Je commence à manquer de victuailles, de livres, de savon. J’ai bricolé mon pédalo en une sorte de radeau pour qu’on ne le reconnaisse pas lorsque j’accosterai sur la terre ferme Il est recouvert de liège. Je suis devenue un corsaire. Plus de siège sur mon rafiot, une plateforme de planches, Je m’assieds sur une caisse pour pédaler et hop, je me promène sur le lac. Les ailerons sont protégés par de vieux pneus et j’ai arrangé une petite batterie pour avoir des phares qui me guident pour la pêche nocturne.

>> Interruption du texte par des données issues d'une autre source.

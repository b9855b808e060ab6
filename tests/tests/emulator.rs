//! The firmware's application core on the Cortex-M4F, under QEMU's
//! `mps2-an386` machine with `-icount shift=0`, against the same run on the
//! host: every readout must agree to 1e-5 relative. Prints the cost in
//! instructions per channel-sample (SysTick counts one tick per 40
//! instructions under that setting).
//!
//! Needs `qemu-system-arm` and the `thumbv7em-none-eabihf` target. Without
//! QEMU the test says plainly that it did not run, unless
//! `UNDERTONE_REQUIRE_QEMU=1` (set by `.ci/run`) makes it mandatory.

use undertone_tests::target::{build_emu, have_qemu, run_qemu};

fn host_run() -> Vec<String> {
    let mut lines = Vec::new();
    let rep = undertone_firmware::emulated::run(undertone_firmware::emulated::EMU_FRAMES, &mut || 0, &mut |l| lines.push(l.to_string()));
    lines.push(format!("E frames={} readouts={} gain_steps={} rejected={}", rep.frames, rep.readouts, rep.gain_steps, rep.rejected));
    lines
}

fn close(a: &str, b: &str) -> bool {
    match (a.parse::<f64>(), b.parse::<f64>()) {
        (Ok(x), Ok(y)) if x.is_nan() && y.is_nan() => true,
        (Ok(x), Ok(y)) => (x - y).abs() <= 1e-5 * x.abs().max(y.abs()).max(1e-30),
        _ => a == b,
    }
}

fn field(line: &str, key: &str) -> u64 {
    line.split_whitespace().find_map(|w| w.strip_prefix(key)).and_then(|v| v.parse().ok()).unwrap_or(0)
}

#[test]
fn emulator_and_host_agree() {
    if !have_qemu() {
        if std::env::var("UNDERTONE_REQUIRE_QEMU").as_deref() == Ok("1") {
            panic!("UNDERTONE_REQUIRE_QEMU=1 but qemu-system-arm is not installed (apt-get install -y qemu-system-arm)");
        }
        println!(
            "emulator check NOT RUN: qemu-system-arm not found (install it, or set UNDERTONE_REQUIRE_QEMU=1 to make this check mandatory)"
        );
        return;
    }
    let image = build_emu().unwrap_or_else(|e| panic!("{e}"));
    let output = run_qemu(&image).unwrap_or_else(|e| panic!("{e}"));
    // "B" lines are the image's cost table (no host twin); the rest is compared.
    let bench: Vec<&str> = output.lines().filter(|l| l.starts_with("B ")).collect();
    let target: Vec<&str> = output.lines().filter(|l| !l.starts_with("B ")).collect();
    let host = host_run();
    let last = *target.last().expect("the image printed something");
    assert!(last.starts_with("E "), "the image did not finish: {last}");
    let readouts = target.iter().filter(|l| l.starts_with("R ")).count();
    assert!(readouts > 50, "{readouts} readouts");
    assert_eq!(target.len(), host.len(), "line counts differ");
    let mut compared = 0;
    let mut worst = 0.0f64;
    for (t, h) in target.iter().zip(&host) {
        if t.starts_with("E ") {
            continue;
        }
        let (tw, hw): (Vec<&str>, Vec<&str>) = (t.split_whitespace().collect(), h.split_whitespace().collect());
        assert_eq!(tw.len(), hw.len(), "\n target: {t}\n host:   {h}");
        for (a, b) in tw.iter().zip(&hw) {
            assert!(close(a, b), "\n target: {t}\n host:   {h}");
            if let (Ok(x), Ok(y)) = (a.parse::<f64>(), b.parse::<f64>()) {
                if x.is_finite() && y.is_finite() && x != 0.0 {
                    worst = worst.max((x - y).abs() / x.abs());
                }
            }
        }
        compared += 1;
    }
    // Over the sonde the target reads the emulated depth (1.2 m below the lower coil).
    let depth: f64 =
        target.iter().rev().find(|l| l.starts_with("R ")).and_then(|l| l.split_whitespace().nth(7)).and_then(|v| v.parse().ok()).unwrap();
    assert!((depth - 1.2).abs() < 0.05, "depth {depth}");
    let frames = field(last, "frames=");
    let rx_ticks = field(last, "receiver_ticks=");
    let drv_ticks = field(last, "driver_ticks=");
    let per = |ticks: u64| ticks as f64 * 40.0 / (frames as f64 * 4.0);
    println!("emulator check: {compared} lines agree with the host run (largest relative difference {worst:.2e})");
    println!("cost on the Cortex-M4F (QEMU mps2-an386, -icount shift=0, 40 instructions per SysTick tick):");
    println!("  receiver (application core): {:.1} instructions per channel-sample", per(rx_ticks));
    println!("  driver reading frames from the emulated converter: {:.1} instructions per channel-sample", per(drv_ticks));
    for b in bench {
        println!("  {b}");
    }
}
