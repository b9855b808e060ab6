//! Mains rejection, frequency scan, frequency offset and settings validation.

use undertone_dsp::detect::input::InputScale;
use undertone_dsp::detect::lockin::LockIn;
use undertone_dsp::detect::scan::{scan, ScanSettings};
use undertone_dsp::{Beacon, Detector, DetectorKind, DetectorSettings, Flags, Param, Window};
use undertone_tests::reference::{lockin_transfer, quadrature_split, window_transfer, QuadratureTones, C64};
use undertone_tests::{tone, Noise};

fn unit<const N: usize>() -> InputScale<N> {
    let mut s = InputScale::unity(24);
    s.full_scale = 1e6;
    s
}

const PRESETS: [Beacon; 4] = [Beacon::Hz512, Beacon::Hz640, Beacon::Hz8192, Beacon::Hz32768];

#[test]
fn usual_presets_and_their_neighbouring_harmonics() {
    // Common practice of the trade (no published source): 512 Hz and 640 Hz are the two
    // usual sonde frequencies. Harmonic n of a grid sits at n·50 Hz or n·60 Hz (the nominal
    // grid frequencies of EN 50160 and of 60 Hz grids).
    let fs = 96_000.0;
    for (b, near50, near60) in [
        (Beacon::Hz512, 500.0, 540.0),
        (Beacon::Hz640, 650.0, 660.0),
        (Beacon::Hz8192, 8200.0, 8220.0),
        (Beacon::Hz32768, 32750.0, 32760.0),
    ] {
        let det = Detector::<1>::new(&DetectorSettings::new(fs, b), unit()).unwrap();
        let m = det.mains();
        assert_eq!(m.nearest(50.0).freq_hz, near50, "{b:?}");
        assert_eq!(m.nearest(60.0).freq_hz, near60, "{b:?}");
    }
}

/// The running detector's gain at the four harmonics of `det.mains()` (8 channels:
/// the cos and sin of each, see `QuadratureTones`), from readouts after `from_s`.
fn measured_gains(s: &DetectorSettings, run_s: f64, from_s: f64) -> [f64; 4] {
    let mut det = Detector::<8>::new(s, unit()).unwrap();
    let freqs = det.mains().harmonics.map(|h| h.freq_hz as f64);
    let fs = s.sample_rate_hz as f64;
    let (mut sum, mut k) = ([0.0f64; 4], 0.0);
    for x in QuadratureTones::new(fs, freqs).take((run_s * fs) as usize) {
        if let Some(d) = det.push(&x.map(|v| v as f32)) {
            if d.t_s >= from_s {
                let p = d.phasors.map(|v| C64::new(v.re as f64, v.im as f64));
                for i in 0..4 {
                    sum[i] += quadrature_split(p[2 * i], p[2 * i + 1]).0;
                }
                k += 1.0;
            }
        }
    }
    assert!(k >= 3.0, "{k} readouts");
    sum.map(|v| v / k)
}

#[test]
fn default_bandwidths_reject_all_four_neighbouring_harmonics_measured() {
    // Common practice of the trade (no published source): a receiver must not read the
    // mains harmonics next to its tone; the defaults aim at 60 dB (`MIN_REJECTION_DB`).
    // For every preset and both default detector kinds, the harmonic below and above the
    // tone on the 50 Hz and the 60 Hz grid (harmonic positions: n·50 Hz and n·60 Hz,
    // EN 50160's nominal grid frequencies) is fed to the running detector; its measured
    // gain must be ≤ −60 dB and agree with
    // * the rejection the detector reports (`Detector::mains`, from its response model),
    // * an independent f64 evaluation of the same filter: the lock-in's boxcar and
    //   first-order sections, or the block's window, summed directly
    //   (`undertone_tests::reference::{lockin_transfer, window_transfer}`).
    // Tolerances: model vs direct sum 1e-4 relative (the model's f32 intermediate rate,
    // see lockin_response.rs); measured vs direct sum 1e-3 relative plus the f32 floor
    // of the running detector, 2e-7 for the lock-in and 1e-6 for the block detector (its
    // recurrence over blocks of up to 54 000 samples).
    let fs = 96_000.0f32;
    for kind in [DetectorKind::DEFAULT, DetectorKind::Block { window: Window::BlackmanHarris4 }] {
        for b in PRESETS {
            let s = DetectorSettings::new(fs, b).with_kind(kind);
            let det = Detector::<1>::new(&s, unit()).unwrap();
            let info = *det.info();
            let f0 = b.freq_hz() as f64;
            let (direct, floor): (Box<dyn Fn(f64) -> f64>, f64) = match kind {
                DetectorKind::LockIn { poles } => {
                    let li = LockIn::new(fs, b.freq_hz(), s.bandwidth_hz, poles, s.readout_rate_hz);
                    assert_eq!(li.m, info.block_len);
                    (Box::new(move |off| lockin_transfer(&li, off)), 2e-7)
                }
                DetectorKind::Block { window } => {
                    let len = info.block_len as usize;
                    (Box::new(move |off| window_transfer(window, len, off * len as f64 / fs as f64)), 1e-6)
                }
            };
            // Lock-in: readouts after five 99 % settling times (the step transient below
            // 1e-9); block: every block after the first is complete.
            let settle = info.settle_99_s as f64;
            let (run_s, from_s) = match kind {
                DetectorKind::LockIn { .. } => (6.0 * settle, 5.0 * settle),
                DetectorKind::Block { .. } => (3.0 * settle, settle),
            };
            let gains = measured_gains(&s, run_s, from_s);
            for (h, got) in det.mains().harmonics.iter().zip(gains) {
                let what = format!("{kind:?} {} Hz: harmonic {} × {} Hz", b.freq_hz(), h.order, h.grid_hz);
                let model = 10f64.powf(-h.rejection_db as f64 / 20.0);
                let want = direct(h.freq_hz as f64 - f0);
                assert!((model - want).abs() <= 1e-4 * want + 1e-12, "{what}: model {model:e} direct {want:e}");
                assert!((got - want).abs() <= 1e-3 * want + floor, "{what}: measured {got:e} direct {want:e}");
                assert!(got <= 1e-3, "{what}: measured rejection only {:.1} dB", -20.0 * got.log10());
            }
        }
    }
}

#[test]
fn narrow_band_flagged_when_bandwidth_too_wide() {
    let mut s = DetectorSettings::new(48_000.0, Beacon::Hz640);
    s.bandwidth_hz = 30.0;
    let mut det = Detector::<1>::new(&s, unit()).unwrap();
    assert!(det.mains().flagged());
    let mut flagged = false;
    for _ in 0..48_000 {
        if let Some(d) = det.push(&[0.0]) {
            flagged |= d.flags.contains(Flags::MAINS);
        }
    }
    assert!(flagged);
}

#[test]
fn scan_finds_beacon_and_mains_harmonic_within_their_cramer_rao_bounds() {
    // A 512.4 Hz beacon (A = 0.2), a 500 Hz mains harmonic (A = 0.1) and white noise
    // (σ = 0.05), 3 s at 16 kHz, N = 48 000 samples. Bounds for a tone in white noise,
    // η = A²/(2σ²) (Rife & Boorstyn, IEEE Trans. Inf. Theory IT-20(5), 1974; Kay,
    // Fundamentals of Statistical Signal Processing vol. I, 1993, Example 3.14, number
    // from memory):
    //   var(f̂) ≥ 12/((2π)²·η·N(N² − 1)) (cycles/sample)²: sd 3.0e-4 Hz and 6.0e-4 Hz here;
    //   var(Â) ≥ 2σ²/N, and a window w raises it by its ENBW, N·Σw²/(Σw)² (2.0044 for the
    //   4-term Blackman–Harris the fine search uses; Harris 1978, Table 1): sd 4.6e-4.
    // Allowed: amplitude 4 sd; frequency 10 sd of the bound (4 sd, with room for the
    // tapered window's loss of efficiency, which the bound does not include).
    let fs = 16_000.0;
    let len = 3 * fs as usize;
    let a = tone(len, fs as f64, 512.4, 0.2, 0.3);
    let b = tone(len, fs as f64, 500.0, 0.1, 1.0);
    let sigma = 0.05;
    let mut noise = Noise::new(5, sigma);
    let x: Vec<f32> = a.iter().zip(&b).map(|(p, q)| p + q + noise.sample() as f32).collect();
    let tones = scan(&x, &ScanSettings::new(fs)).unwrap();
    assert!(tones.len() >= 2, "{tones:?}");
    let n = len as f64;
    let sd_f = |amp: f64| {
        let eta = amp * amp / (2.0 * sigma * sigma);
        (12.0 / ((2.0 * std::f64::consts::PI).powi(2) * eta * n * (n * n - 1.0))).sqrt() * fs as f64
    };
    let sd_a = (2.0 * sigma * sigma / n * 2.0044).sqrt();
    for (t, f, amp) in [(tones[0], 512.4, 0.2), (tones[1], 500.0, 0.1)] {
        assert!((t.freq_hz as f64 - f).abs() < 10.0 * sd_f(amp), "{f} Hz: found {} (sd {:e})", t.freq_hz, sd_f(amp));
        assert!((t.amplitude as f64 - amp).abs() < 4.0 * sd_a, "{f} Hz: amplitude {} (sd {sd_a:e})", t.amplitude);
    }
    // A custom high tone without noise: exact but for f32 resolution (an ulp of 6123.45
    // in f32 is 4.9e-4 Hz): 10 ulps.
    let x = tone(len, fs as f64, 6_123.45, 0.5, 0.0);
    let tones = scan(&x, &ScanSettings::new(fs)).unwrap();
    assert!((tones[0].freq_hz - 6_123.45).abs() < 5e-3, "{tones:?}");
    assert!((tones[0].amplitude - 0.5).abs() < 1e-4, "{tones:?}");
}

#[test]
fn scan_of_silence_and_short_records() {
    let fs = 8_000.0;
    let zeros = vec![0.0f32; 8_000];
    assert!(scan(&zeros, &ScanSettings::new(fs)).unwrap().is_empty());
    let short = vec![0.0f32; 100];
    let e = scan(&short, &ScanSettings::new(fs)).unwrap_err();
    assert_eq!(e.param, Param::RecordLength);
}

#[test]
fn frequency_offset_is_estimated_and_flagged() {
    let fs = 48_000.0;
    // Flagged when |offset| > bandwidth/4 (here 0.5 Hz); a small offset is measured but not flagged.
    for (kind, off, flagged) in [
        (DetectorKind::DEFAULT, 0.6f32, true),
        (DetectorKind::DEFAULT, 0.1, false),
        (DetectorKind::Block { window: Window::Hann }, -0.8, true),
    ] {
        let mut s = DetectorSettings::new(fs, Beacon::Hz512).with_kind(kind);
        s.bandwidth_hz = 2.0;
        let mut det = Detector::<2>::new(&s, unit()).unwrap();
        let w = 2.0 * std::f64::consts::PI * (512.0 + off as f64) / fs as f64;
        let mut last = None;
        for n in 0..(fs as usize * 6) {
            let v = (w * n as f64).cos() as f32;
            if let Some(d) = det.push(&[v, -0.5 * v]) {
                last = Some(d);
            }
        }
        let d = last.unwrap();
        // A steady tone Δf off turns the phasor by 2π·Δf·T between readouts T apart (the
        // phasor's definition against cos(ω0·n)); without noise the estimate is exact but
        // for f32 angles (~1e-6 rad, 3e-6 Hz at T = 0.05 s; measured 3e-6 to 6e-6 Hz): 1e-4 Hz.
        assert!((d.freq_offset_hz - off).abs() < 1e-4, "{kind:?}: {}", d.freq_offset_hz);
        assert_eq!(d.flags.contains(Flags::OFF_FREQUENCY), flagged, "{kind:?} {off}");
    }
}

#[test]
fn settings_are_validated_with_named_parameters() {
    let good = DetectorSettings::new(48_000.0, Beacon::Hz512);
    let bad = |f: &dyn Fn(&mut DetectorSettings)| {
        let mut s = good;
        f(&mut s);
        Detector::<4>::new(&s, unit()).unwrap_err()
    };
    let e = bad(&|s| s.beacon = Beacon::Custom(21_600.0));
    assert_eq!(e.param, Param::BeaconFrequency);
    assert_eq!(e.max, 21_600.0);
    assert!(e.to_string().contains("beacon frequency 21600 Hz"), "{e}");
    assert_eq!(bad(&|s| s.beacon = Beacon::Custom(2.0)).param, Param::BeaconFrequency);
    assert_eq!(bad(&|s| s.beacon = Beacon::Custom(f32::NAN)).param, Param::BeaconFrequency);
    assert_eq!(bad(&|s| s.sample_rate_hz = 1_000.0).param, Param::SampleRate);
    assert_eq!(bad(&|s| s.sample_rate_hz = 300_000.0).param, Param::SampleRate);
    assert_eq!(bad(&|s| s.bandwidth_hz = 0.0).param, Param::Bandwidth);
    assert_eq!(bad(&|s| s.bandwidth_hz = 500.0).param, Param::Bandwidth);
    assert_eq!(bad(&|s| s.readout_rate_hz = 2.0).param, Param::ReadoutRate);
    assert_eq!(bad(&|s| s.kind = DetectorKind::LockIn { poles: 5 }).param, Param::Poles);
    let e = bad(&|s| {
        s.kind = DetectorKind::Block { window: Window::BlackmanHarris4 };
        s.bandwidth_hz = 0.1;
    });
    assert_eq!(e.param, Param::BlockLength);
    let mut scale = unit::<4>();
    scale.scale[2] = f32::INFINITY;
    assert_eq!(Detector::<4>::new(&good, scale).unwrap_err().param, Param::ChannelScale);
}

Aujourd’hui j’irai faire des courses. Je prépare mon sac et j’attends devant ma cabane que la lumière traverse la brume. Je m’approche de mon embarcation chargée de mes sacs. Derrière moi je sens les cailloux crisser, je m’immobilise. Derrière moi je sens les cailloux crisser, je m’immobilise. Me voilà entourée de trois chiens sortis de nulle part, tous crocs dehors. Ils se mettent à aboyer et sont prêts à me mordre. J’ai peur. Comment sont-ils arrivés jusqu’ici ? Ils semblent sortir de l’enfer. Pas des chiens, des hyènes. Je ne peux plus faire un pas. Ni leur donner un coup de pied. L’un deux a  déjà arraché le bas de mon jean, un autre m’a mordu un doigt, je commence à saigner. Le troisième s’attaque à mon mollet. Et puis, d’un coup, ils s’arrêtent et me flairent longuement, ils me jettent des regards éperdus. Il y a une seconde ils ressemblaient à la mauvaise bande de mes frères, à présent on dirait ma famille endormie le matin où je l’ai quittée. Que s’est-il passé ? Je porte ma main à ma bouche pour désinfecter la plaie. Leurs aboiements reprennent mais ils hurlent à présent à la mort. Ils me regardent autant que je les regarde, reculent prudemment, et finissent par repartir en hurlant, la queue entre les jambes. Je suis de nouveau seule, entre le clapotis de l’eau et leurs terribles cris qui s’éloignent au milieu des chênes. Les pleurs m’étouffent, je cours à toutes jambes dans ma cabane pour entourer mon doigt d’un pansement. Je referme la porte et cours me servir un verre d’eau. Tout en cherchant la bouteille d’alcool je lève les yeux de l’évier vers le petit miroir. Je bois et là, o stupeur, je ne vois rien. Pas mon reflet dans le miroir. Je désinfecte la plaie, je crie. Pas d’image qui me regarde. Je pousse un hurlement. Plus aucune image de moi dans le miroir. Je suis vraiment devenue invisible. C’est ce qui a effrayé les chiens. Je comprends. Je m’assieds devant la petite fenêtre. Mes  cris se changent en sanglots.  Dehors, le soleil s’est levé. Le château de Orta se découpe sur le ciel bleu, avec ses toits et ses frondaisons de conte de fée.